▶ **Task instructions**
In the entries, find all lines that hold the word "coldtrail" and copy them.

▶ **Exercise material**
- - -
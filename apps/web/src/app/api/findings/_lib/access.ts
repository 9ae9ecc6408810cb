import "server-only";
import { subject } from "@casl/ability";
import { canInBranchAnyDate, type Action, type Actor, type AppAbility, type SubjectName } from "@coldtrail/core";
import { listBranches, type Knex } from "@coldtrail/db";
import { recordId } from "@/lib/api/params";

/** Today's calendar date (UTC) for due-date buckets of organisation-wide lists. */
export const todayUtc = (now: Date = new Date()) => now.toISOString().slice(0, 10);

/** A positive id from a path segment; anything else is a 404 (we never reveal what exists). */
export function pathId(raw: string | undefined, what: string): number {
  return recordId(raw, `No such ${what}`);
}

/** Branches of the organisation on which the person may `action` the subject (branch-level conditions only). */
export async function branchesAllowed(
  db: Knex,
  actor: Actor,
  ability: AppAbility,
  action: Action,
  subjectName: SubjectName,
): Promise<{ id: number; name: string }[]> {
  const branches = await listBranches(db, { organisationId: actor.organisationId, includeArchived: true });
  return (
    branches
      // A branch-level question: an inspector's date window applies to the records, not to the branch.
      .filter((b) => canInBranchAnyDate(ability, action, subjectName, { organisationId: actor.organisationId, branchId: b.id, id: b.id }))
      .map((b) => ({ id: b.id, name: b.name }))
  );
}

/**
 * Whether the person may do `action` to a finding, judged on the fields the ability conditions read.
 * A finding shown in several branches (a person-level finding) allows what any of them allows.
 */
export function canOnFinding(
  ability: AppAbility,
  action: Action,
  f: {
    organisationId: number;
    branchId: number;
    technicianId: number | null;
    occurredOn?: string | null;
    openedAt?: string;
    branches?: { id: number }[];
  },
): boolean {
  const branchIds = f.branches?.length ? f.branches.map((b) => b.id) : [f.branchId];
  return branchIds.some((branchId) =>
    ability.can(
      action,
      subject("Finding", {
        organisationId: f.organisationId,
        branchId,
        technicianId: f.technicianId,
        occurredOn: f.occurredOn ?? null,
        openedAt: f.openedAt,
      }),
    ),
  );
}
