class collector {
 public:
  explicit collector(std::string file) : file_(std::move(file)) {}

  void add(source_position at, std::string message) {
    if (errors_.size() >= max_reported_errors) {
      ++dropped_;
      return;
    }
    errors_.push_back({file_, at.line, at.column, std::move(message)});
  }
  bool empty() const { return errors_.empty(); }
  std::size_t size() const { return errors_.size(); }

  std::vector<config_error> finish() {
    std::stable_sort(errors_.begin(), errors_.end(),
                     [](const config_error& a, const config_error& b) {
                       return a.line != b.line ? a.line < b.line : a.column < b.column;
                     });
    if (dropped_ > 0)
      errors_.push_back({file_, 0, 0,
                         std::to_string(dropped_) + " more error" + (dropped_ == 1 ? "" : "s") +
                             " not shown (at most " + std::to_string(max_reported_errors) +
                             " are reported)"});
    return std::move(errors_);
  }

 private:
  std::string file_;
  std::vector<config_error> errors_;
  std::size_t dropped_ = 0;
};

// Levenshtein distance, for "did you mean" (keys are short).
std::size_t edit_distance(std::string_view a, std::string_view b) {
  std::vector<std::size_t> row(b.size() + 1);
  for (std::size_t j = 0; j <= b.size(); ++j)
    row[j] = j;
  for (std::size_t i = 1; i <= a.size(); ++i) {
    std::size_t diag = row[0];
    row[0] = i;
    for (std::size_t j = 1; j <= b.size(); ++j) {
      const std::size_t up = row[j];
      row[j] = std::min({row[j] + 1, row[j - 1] + 1, diag + (a[i - 1] == b[j - 1] ? 0 : 1)});
      diag = up;
    }
  }
  return row[b.size()];
}

// The closest candidate within a few edits, or "".
std::string_view nearest(std::string_view word, const std::vector<std::string_view>& candidates) {
  if (word.size() > 64) return {};
  const std::size_t limit = std::max<std::size_t>(2, word.size() / 4);
  std::string_view best;
  std::size_t best_d = limit + 1;
  for (std::string_view c : candidates) {
    const std::size_t d = edit_distance(word, c);
    if (d < best_d) {
      best = c;
      best_d = d;
    }
  }
  return best;
}

std::vector<std::string_view> keys_of(option_section s) {
  std::vector<std::string_view> keys;
  for (const option_info& o : option_table())
    if (o.section == s) keys.push_back(o.key);
  return keys;
}

// " (did you mean 'x'?)", " (it belongs in [evaluation])" or "".
std::string unknown_key_hint(option_section s, std::string_view key) {
  const std::string_view near = nearest(key, keys_of(s));
  if (!near.empty()) return " (did you mean '" + std::string(near) + "'?)";
  for (option_section other : all_sections)
    if (other != s && find_option(other, key))
      return " (it belongs in " + std::string(section_header(other)) + ")";
  return "";
}

// A key as written in messages: 'key', or quoted and cut short when it holds
// control characters or is long (a TOML key may be any quoted string).
std::string quoted_key(std::string_view k) {
  const bool plain = k.size() <= 64 && std::none_of(k.begin(), k.end(), [](char c) {
                       return static_cast<unsigned char>(c) < 0x20 || c == 0x7F || c == '\'';
                     });
  if (plain) return "'" + std::string(k) + "'";
  return toml_quote(k.size() > 64 ? std::string(k.substr(0, 61)) + "..." : std::string(k));
}

std::string quoted_key(const toml::key& k) {
  return quoted_key(k.str());
}
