TEST_CASE("SIGHUP and POST /api/reload apply a good configuration and refuse a bad one whole",
          "[integration][state][reload]") {
  temp_dir dir;
  const std::string cfg = dir.write("plumbline.toml", base_config);
  daemon_process d(dir, {"--config", cfg});
  const std::string s = "larkspur/line_b/fill_4";
  for (uint64_t at = 0; at < 300; at += 25) {
    d.send_tcp(records(s, at, 25));
    REQUIRE(wait_until([&] { return idle(d, s); }));
  }
  CHECK(d.metric("plumbline_config_reload_success") == 1);
  auto count = [&](const std::string& text) {
    const std::string err = d.stderr_text();
    std::size_t n = 0;
    for (std::size_t at = err.find(text); at != std::string::npos; at = err.find(text, at + 1))
      ++n;
    return n;
  };

  // Good: another test, a smaller recent window, and a new seed (which needs
  // a restart, and is said so).
  std::string good = base_config;
  good.replace(good.find("tests = [\"ad\"]"), 14, "tests = [\"ks\"]");
  good.replace(good.find("recent_size = 50"), 16, "recent_size = 30");
  good.replace(good.find("seed = 7"), 8, "seed = 8");
  dir.write("plumbline.toml", good);
  ::kill(d.pid(), SIGHUP);
  REQUIRE(wait_until([&] { return count("reload done") == 1; }, 10));
  json j = stream_json(d, s);
  CHECK(j["samples_total"] == 300);
  CHECK(j["reference_samples"] == 200);
  CHECK(j["recent_samples"] == 30);
  CHECK(j["settings"]["tests"] == json::array({"ks"}));
  CHECK(j["settings"]["recent_size"] == 30);
  CHECK(count("evaluation.seed is 8 in the new configuration but stays 7 until a restart") == 1);
  // The new test runs at the next evaluation.
  d.send_tcp(records(s, 300, 25));
  REQUIRE(wait_until([&] {
    const json k = stream_json(d, s);
    return k["evaluation_state"] == "idle" && k["last_result"].is_object() &&
           k["last_result"]["tests"][0]["name"] == "ks";
  }));

  // Bad: refused whole, every error with its position, the metric 0.
  std::string bad = good;
  bad.replace(bad.find("recent_size = 30"), 16, "recent_size = 60\nalpha = 7\nwindow = 3");
  dir.write("plumbline.toml", bad);
  ::kill(d.pid(), SIGHUP);
  REQUIRE(wait_until([&] { return count("reload refused") == 1; }, 10));
  CHECK(d.metric("plumbline_config_reload_success") == 0);
  CHECK(count(cfg + ":12:9: ") == 1);  // alpha = 7
  CHECK(count(cfg + ":13:1: ") == 1);  // the unknown key
  j = stream_json(d, s);
  CHECK(j["recent_samples"] == 30);
  CHECK(j["settings"]["recent_size"] == 30);
  const http_reply refused = d.post("/api/reload");
  CHECK(refused.status == 422);
  const json rj = json::parse(refused.body);
  CHECK(rj["reloaded"] == false);
  CHECK(rj["errors"].size() == 2);
  CHECK(d.metric("plumbline_config_reload_success") == 0);

  // Fixed again: POST /api/reload applies it and the metric is back to 1.
  dir.write("plumbline.toml", good);
  const http_reply ok = d.post("/api/reload");
  CHECK(ok.status == 200);
  CHECK(json::parse(ok.body)["reloaded"] == true);
  CHECK(d.metric("plumbline_config_reload_success") == 1);
  CHECK(stream_json(d, s)["samples_total"] == 325);
  CHECK(d.stop() == 0);
}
- - -
▶ **Problem solution**
import { canInBranchAnyDate, type Action, type Actor, type AppAbility, type SubjectName } from "@coldtrail/core";
import { listBranches, type Knex } from "@coldtrail/db";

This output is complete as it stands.